-- RECORDS SHOWN follows --

import type { SpectralDecomposition } from '../../../harness/numeric/spectral-decomposition.js';
import type { Field, SquareMatrix } from '../../../harness/numeric/square-matrix.js';

/**
 * Test matrices and LAPACK-style checks for the eigen-solver and the resolvent statistics.
 *
 * The generator is local on purpose (the project's random stream is tested elsewhere and must not
 * be a dependency of these tests): a 32-bit xorshift (G. Marsaglia, 2003, "Xorshift RNGs",
 * J. Stat. Softw. 8(14), the triple 13, 17, 5), two draws per double, uniform on [−1/2, 1/2).
 * Statistical quality does not matter here, only determinism and variety.
 */
export function testStream(seed: number): () => number {
  let s = seed >>> 0 || 0x9e3779b9;
  const next32 = (): number => {
    s ^= s << 13;
    s >>>= 0;
    s ^= s >>> 17;
    s ^= s << 5;
    s >>>= 0;
    return s;
  };
  return () => (next32() * 2 ** 21 + (next32() >>> 11)) / 2 ** 53 - 0.5;
}

/** A random real symmetric or complex Hermitian matrix, entries uniform on [−1/2, 1/2). */
export function randomHermitian(field: Field, n: number, seed: number): SquareMatrix {
  const draw = testStream(seed);
  const stride = field === 'complex' ? 2 : 1;
  const data = new Float64Array(stride * n * n);
  for (let i = 0; i < n; i++) {
    for (let j = 0; j <= i; j++) {
      const re = draw();
      const im = field === 'complex' && i !== j ? draw() : 0;
      data[stride * (i * n + j)] = re;
      data[stride * (j * n + i)] = re;
      if (stride === 2) {
        data[2 * (i * n + j) + 1] = im;
        data[2 * (j * n + i) + 1] = -im;
      }
    }
  }
  return { field, size: n, data };
}

/** D R D with D = diag(10^(−decades·i/(N−1))): entries graded over `decades` orders per side. */
export function gradedHermitian(field: Field, n: number, seed: number, decades: number): SquareMatrix {
  const m = randomHermitian(field, n, seed);
  const stride = field === 'complex' ? 2 : 1;
  const d = Array.from({ length: n }, (_, i) => 10 ** (-decades * (n > 1 ? i / (n - 1) : 0)));
  for (let i = 0; i < n; i++) for (let j = 0; j < n; j++) for (let c = 0; c < stride; c++) m.data[stride * (i * n + j) + c] *= d[i] * d[j];
  return m;
}

/**
 * U diag(spectrum) U* with U a product of N random (complex) Householder reflectors, so the
 * spectrum is prescribed exactly up to rounding: used for clustered eigenvalues.
 */
export function withSpectrum(field: Field, spectrum: readonly number[], seed: number): SquareMatrix {
  const n = spectrum.length;
  const draw = testStream(seed);
  // Columns of U, complex interleaved, start as the identity.
  const u = new Float64Array(2 * n * n);
  for (let i = 0; i < n; i++) u[2 * (i * n + i)] = 1;
  for (let k = 0; k < n; k++) {
    const h = new Float64Array(2 * n);
    let norm2 = 0;
    for (let i = 0; i < n; i++) {
      h[2 * i] = draw();
      h[2 * i + 1] = field === 'complex' ? draw() : 0;
      norm2 += h[2 * i] ** 2 + h[2 * i + 1] ** 2;
    }
    // U ← (I − 2 h h*/‖h‖²) U, column by column.
    for (let c = 0; c < n; c++) {
      let sr = 0;
      let si = 0;
      for (let i = 0; i < n; i++) {
        const xr = u[2 * (i * n + c)];
        const xi = u[2 * (i * n + c) + 1];
        sr += h[2 * i] * xr + h[2 * i + 1] * xi;
        si += h[2 * i] * xi - h[2 * i + 1] * xr;
      }
      const f = 2 / norm2;
      for (let i = 0; i < n; i++) {
        u[2 * (i * n + c)] -= f * (h[2 * i] * sr - h[2 * i + 1] * si);
        u[2 * (i * n + c) + 1] -= f * (h[2 * i] * si + h[2 * i + 1] * sr);
      }
    }
  }
  const stride = field === 'complex' ? 2 : 1;
  const data = new Float64Array(stride * n * n);
  for (let i = 0; i < n; i++) {
    for (let j = 0; j < n; j++) {
      let re = 0;
      let im = 0;
      for (let k = 0; k < n; k++) {
        // U_ik λ_k conj(U_jk)
        const ar = u[2 * (i * n + k)], ai = u[2 * (i * n + k) + 1];
        const br = u[2 * (j * n + k)], bi = -u[2 * (j * n + k) + 1];
        re += spectrum[k] * (ar * br - ai * bi);
        im += spectrum[k] * (ar * bi + ai * br);
      }
      data[stride * (i * n + j)] = re;
      if (stride === 2) data[2 * (i * n + j) + 1] = i === j ? 0 : im;
    }
  }
  // Symmetrise exactly from the lower triangle.
  for (let i = 0; i < n; i++) {
    for (let j = 0; j < i; j++) {
      data[stride * (j * n + i)] = data[stride * (i * n + j)];
      if (stride === 2) data[2 * (j * n + i) + 1] = -data[2 * (i * n + j) + 1];
    }
  }
  return { field, size: n, data };
}

/** Complex entry (i, j) of an N×N matrix stored real or complex interleaved. */
function at(data: Float64Array, complex: boolean, n: number, i: number, j: number): [number, number] {
  return complex ? [data[2 * (i * n + j)], data[2 * (i * n + j) + 1]] : [data[i * n + j], 0];
}

/** ‖A‖₁, the largest column sum of moduli (LAPACK's norm for these ratios). */
export function oneNorm(m: SquareMatrix): number {
  const n = m.size;
  let best = 0;
  for (let j = 0; j < n; j++) {
    let s = 0;
    for (let i = 0; i < n; i++) s += Math.hypot(...at(m.data, m.field === 'complex', n, i, j));
    best = Math.max(best, s);
  }
  return best;
}

const ULP = Number.EPSILON;

/**
 * LAPACK's normalised residual ‖AV − VΛ‖₁/(N ‖A‖₁ ulp) (LAPACK dsyt21/zhet21, test ratio 1;
 * ulp = ε·base = 2⁻⁵²). O(1) for a backward stable solver.
 */
export function residualRatio(m: SquareMatrix, dec: SpectralDecomposition): number {
  const n = m.size;
  if (n === 0) return 0;
  const cm = m.field === 'complex';
  const cv = dec.field === 'complex';
  let worst = 0;
  for (let j = 0; j < n; j++) {
    let colSum = 0;
    for (let i = 0; i < n; i++) {
      let re = 0;
      let im = 0;
      for (let k = 0; k < n; k++) {
        const [ar, ai] = at(m.data, cm, n, i, k);
        const [vr, vi] = at(dec.vectors, cv, n, k, j);
        re += ar * vr - ai * vi;
        im += ar * vi + ai * vr;
      }
      const [vr, vi] = at(dec.vectors, cv, n, i, j);
      colSum += Math.hypot(re - dec.values[j] * vr, im - dec.values[j] * vi);
    }
    worst = Math.max(worst, colSum);
  }
  const anorm = Math.max(oneNorm(m), Number.MIN_VALUE);
  return worst / (n * anorm * ULP);
}

/** LAPACK's orthogonality ratio ‖V*V − I‖₁/(N ulp) (dsyt21/zhet21, test ratio 2). */
export function orthogonalityRatio(dec: SpectralDecomposition): number {
  const n = dec.size;
  if (n === 0) return 0;
  const cv = dec.field === 'complex';
  let worst = 0;
  for (let j = 0; j < n; j++) {
    let colSum = 0;
    for (let i = 0; i < n; i++) {
      let re = i === j ? -1 : 0;
      let im = 0;
      for (let k = 0; k < n; k++) {
        const [ar, ai] = at(dec.vectors, cv, n, k, i);
        const [br, bi] = at(dec.vectors, cv, n, k, j);
        re += ar * br + ai * bi;
        im += ar * bi - ai * br;
      }
      colSum += Math.hypot(re, im);
    }
    worst = Math.max(worst, colSum);
  }
  return worst / (n * ULP);
}

/** Rows of a real matrix as arrays (for ml-matrix). */
export function realRows(m: SquareMatrix): number[][] {
  return Array.from({ length: m.size }, (_, i) => Array.from(m.data.subarray(i * m.size, (i + 1) * m.size)));
}

/** The real 2N×2N embedding [[A, −B], [B, A]] of H = A + iB (each eigenvalue of H twice). */
export function realEmbedding(m: SquareMatrix): number[][] {
  const n = m.size;
  const rows = Array.from({ length: 2 * n }, () => new Array<number>(2 * n).fill(0));
  for (let i = 0; i < n; i++) {
    for (let j = 0; j < n; j++) {
      const [a, b] = at(m.data, m.field === 'complex', n, i, j);
      rows[i][j] = a;
      rows[i][j + n] = -b;
      rows[i + n][j] = b;
      rows[i + n][j + n] = a;
    }
  }
  return rows;
}
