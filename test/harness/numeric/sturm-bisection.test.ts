import { describe, expect, it } from 'vitest';
import { largestEigenvalue, sturmBisection } from '../../../harness/numeric/sturm-bisection.js';
import type { SymmetricTridiagonal } from '../../../harness/numeric/symmetric-tridiagonal.js';
import { tridiagonalEigenvalues } from '../../../harness/numeric/tridiagonal-eigenvalues.js';
import { testStream } from './spectral-fixtures.js';

/**
 * Sturm bisection against the root-free QL eigenvalues of the same tridiagonal matrices. Both are
 * accurate to a small multiple of ε‖T‖ in absolute terms (Demmel, Dhillon and Ren 1995 for the
 * guarded Sturm count; Golub and Van Loan 2013, §8.3.5 for QL), so they must agree within
 * THRESHOLD·N·ε·‖T‖, THRESHOLD = 50 as in the LAPACK ratio tests of eigen.test.ts.
 */
const THRESHOLD = 50;

function norm(t: SymmetricTridiagonal): number {
  let m = 0;
  const n = t.diagonal.length;
  for (let i = 0; i < n; i++) m = Math.max(m, Math.abs(t.diagonal[i]) + (i > 0 ? Math.abs(t.offDiagonal[i - 1]) : 0) + (i < n - 1 ? Math.abs(t.offDiagonal[i]) : 0));
  return m;
}

function expectAllAgree(label: string, t: SymmetricTridiagonal): void {
  const n = t.diagonal.length;
  const reference = tridiagonalEigenvalues(t);
  const bisection = sturmBisection(t);
  const tolerance = THRESHOLD * n * Number.EPSILON * Math.max(norm(t), Number.MIN_VALUE);
  for (let k = 0; k < n; k++) {
    const value = bisection.eigenvalue(k);
    const diff = Math.abs(value - reference[k]);
    expect(diff, `${label}: N=${n} k=${k} bisection ${value}, QL ${reference[k]}, difference ${diff}, tolerance ${tolerance}`).toBeLessThanOrEqual(tolerance);
  }
  expect(largestEigenvalue(t)).toBe(bisection.eigenvalue(n - 1));
  expect(bisection.lower).toBeLessThanOrEqual(reference[0]);
  expect(bisection.upper).toBeGreaterThanOrEqual(reference[n - 1]);
}

function randomTridiagonal(n: number, seed: number): SymmetricTridiagonal {
  const draw = testStream(seed);
  return { diagonal: Float64Array.from({ length: n }, draw), offDiagonal: Float64Array.from({ length: n - 1 }, draw) };
}

describe('Sturm count', () => {
  it('counts the eigenvalues below x: between consecutive QL eigenvalues it equals the index', () => {
    const t = randomTridiagonal(40, 7);
    const values = tridiagonalEigenvalues(t);
    const bisection = sturmBisection(t);
    expect(bisection.countBelow(values[0] - 1)).toBe(0);
    expect(bisection.countBelow(values[39] + 1)).toBe(40);
    for (let k = 1; k < 40; k++) expect(bisection.countBelow((values[k - 1] + values[k]) / 2), `between λ${k - 1} and λ${k}`).toBe(k);
  });

  it('survives an exactly zero pivot (the dstebz guard): T = tridiag(1; 0, 0, 0) at x = 0', () => {
    // d − x = 0 for every row: the first pivot is exactly zero, and without the guard the next
    // one would be 0 − 1/0 = −∞ and the one after 0 − 1/(−∞) = 0 again.
    const t: SymmetricTridiagonal = { diagonal: new Float64Array(4), offDiagonal: new Float64Array(3).fill(1) };
    // Eigenvalues 2cos(kπ/5): two negative, two positive (Toeplitz closed form, as in tridiagonal-ql.test.ts).
    expect(sturmBisection(t).countBelow(0)).toBe(2);
    expectAllAgree('zero diagonal', t);
  });
});

describe('Sturm bisection against QL eigenvalues', () => {
  it('random matrices, N = 1 … 200', () => {
    for (const n of [1, 2, 3, 10, 57, 200]) expectAllAgree(`random seed ${n}`, randomTridiagonal(n, 300 + n));
  });

  it('graded matrices (entries from 1 down to 1e-30), both ways round', () => {
    const n = 30;
    const diagonal = Float64Array.from({ length: n }, (_, i) => 10 ** -i * (1 + 0.1 * Math.sin(i)));
    const offDiagonal = Float64Array.from({ length: n - 1 }, (_, i) => 10 ** (-i - 0.5));
    expectAllAgree('graded down', { diagonal, offDiagonal });
    expectAllAgree('graded up', { diagonal: diagonal.slice().reverse(), offDiagonal: offDiagonal.slice().reverse() });
  });

  it("clustered: Wilkinson's W21+ (pairs of eigenvalues agreeing to 1e-14) and a split matrix with repeated eigenvalues", () => {
    // W21+: diagonal |10 − i|, i = 0 … 20, off-diagonal 1 (J. H. Wilkinson, The Algebraic Eigenvalue
    // Problem, Oxford, 1965, ch. 5, §45).
    const w: SymmetricTridiagonal = { diagonal: Float64Array.from({ length: 21 }, (_, i) => Math.abs(10 - i)), offDiagonal: new Float64Array(20).fill(1) };
    expectAllAgree('W21+', w);
    // Three identical unreduced blocks: every eigenvalue is triple.
    const block = randomTridiagonal(5, 11);
    const diagonal = new Float64Array(15);
    const offDiagonal = new Float64Array(14);
    for (let b = 0; b < 3; b++) {
      diagonal.set(block.diagonal, 5 * b);
      offDiagonal.set(block.offDiagonal, 5 * b);
    }
    expectAllAgree('three equal blocks', { diagonal, offDiagonal });
  });

  it('entries near the ends of the double range are scaled, not overflowed', () => {
    for (const s of [1e200, 1e-200]) {
      const t = randomTridiagonal(25, 5);
      expectAllAgree(`scaled by ${s}`, { diagonal: t.diagonal.map((x) => x * s), offDiagonal: t.offDiagonal.map((x) => x * s) });
    }
  });

  it('a coarse tolerance stops early and stays within it', () => {
    const t = randomTridiagonal(80, 9);
    const exact = tridiagonalEigenvalues(t)[79];
    for (const tolerance of [1e-3, 1e-8]) expect(Math.abs(largestEigenvalue(t, tolerance) - exact)).toBeLessThanOrEqual(tolerance);
  });

  it('rejects empty and non-finite input and bad indices', () => {
    expect(() => sturmBisection({ diagonal: new Float64Array(0), offDiagonal: new Float64Array(0) })).toThrow(RangeError);
    expect(() => sturmBisection({ diagonal: Float64Array.of(1, Number.NaN), offDiagonal: Float64Array.of(1) })).toThrow(/non-finite/);
    expect(() => sturmBisection(randomTridiagonal(3, 1)).eigenvalue(3)).toThrow(RangeError);
  });
});
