/**
 * An independent dense complex solver for the tests: X = M⁻¹ B by Gaussian elimination with
 * partial pivoting (Golub and Van Loan 2013, Matrix Computations, 4th ed., Algorithm 3.4.1),
 * written plainly on arrays of {re, im} pairs, sharing no code with the library.
 */
export interface Entry {
  re: number;
  im: number;
}

export type ComplexRows = Entry[][];

function mul(a: Entry, b: Entry): Entry {
  return { re: a.re * b.re - a.im * b.im, im: a.re * b.im + a.im * b.re };
}

function divide(a: Entry, b: Entry): Entry {
  const d = b.re * b.re + b.im * b.im;
  return { re: (a.re * b.re + a.im * b.im) / d, im: (a.im * b.re - a.re * b.im) / d };
}

/** Solves M X = B (N×N and N×K); M and B are not modified. */
export function complexSolve(m: ComplexRows, b: ComplexRows): ComplexRows {
  const n = m.length;
  const a = m.map((row) => row.map((e) => ({ ...e })));
  const x = b.map((row) => row.map((e) => ({ ...e })));
  for (let k = 0; k < n; k++) {
    let p = k;
    for (let i = k + 1; i < n; i++) if (Math.hypot(a[i][k].re, a[i][k].im) > Math.hypot(a[p][k].re, a[p][k].im)) p = i;
    [a[k], a[p]] = [a[p], a[k]];
    [x[k], x[p]] = [x[p], x[k]];
    for (let i = k + 1; i < n; i++) {
      const f = divide(a[i][k], a[k][k]);
      for (let j = k; j < n; j++) {
        const t = mul(f, a[k][j]);
        a[i][j] = { re: a[i][j].re - t.re, im: a[i][j].im - t.im };
      }
      for (let j = 0; j < x[i].length; j++) {
        const t = mul(f, x[k][j]);
        x[i][j] = { re: x[i][j].re - t.re, im: x[i][j].im - t.im };
      }
    }
  }
  for (let k = n - 1; k >= 0; k--) {
    for (let j = 0; j < x[k].length; j++) {
      let s = x[k][j];
      for (let i = k + 1; i < n; i++) {
        const t = mul(a[k][i], x[i][j]);
        s = { re: s.re - t.re, im: s.im - t.im };
      }
      x[k][j] = divide(s, a[k][k]);
    }
  }
  return x;
}

export function complexProduct(x: ComplexRows, y: ComplexRows): ComplexRows {
  return x.map((row) =>
    y[0].map((_, j) => {
      let re = 0;
      let im = 0;
      for (let s = 0; s < row.length; s++) {
        const t = mul(row[s], y[s][j]);
        re += t.re;
        im += t.im;
      }
      return { re, im };
    }),
  );
}

export function identityRows(n: number): ComplexRows {
  return Array.from({ length: n }, (_, i) => Array.from({ length: n }, (_, j) => ({ re: i === j ? 1 : 0, im: 0 })));
}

-- RECORDS SHOWN concluded --

WORK REQUIRED: Only those lines of the entries above that run from the line containing "expect(bisection.lower).toBeLessThanOrEqual(reference[0]);" to the line containing "1/(−∞) = 0 again.", both included, should be transcribed exactly.

OUTPUT OF THE TASK:
  expect(bisection.lower).toBeLessThanOrEqual(reference[0]);
  expect(bisection.upper).toBeGreaterThanOrEqual(reference[n - 1]);
}

function randomTridiagonal(n: number, seed: number): SymmetricTridiagonal {
  const draw = testStream(seed);
  return { diagonal: Float64Array.from({ length: n }, draw), offDiagonal: Float64Array.from({ length: n - 1 }, draw) };
}

describe('Sturm count', () => {
  it('counts the eigenvalues below x: between consecutive QL eigenvalues it equals the index', () => {
    const t = randomTridiagonal(40, 7);
    const values = tridiagonalEigenvalues(t);
    const bisection = sturmBisection(t);
    expect(bisection.countBelow(values[0] - 1)).toBe(0);
    expect(bisection.countBelow(values[39] + 1)).toBe(40);
    for (let k = 1; k < 40; k++) expect(bisection.countBelow((values[k - 1] + values[k]) / 2), `between λ${k - 1} and λ${k}`).toBe(k);
  });

  it('survives an exactly zero pivot (the dstebz guard): T = tridiag(1; 0, 0, 0) at x = 0', () => {
    // d − x = 0 for every row: the first pivot is exactly zero, and without the guard the next
    // one would be 0 − 1/0 = −∞ and the one after 0 − 1/(−∞) = 0 again.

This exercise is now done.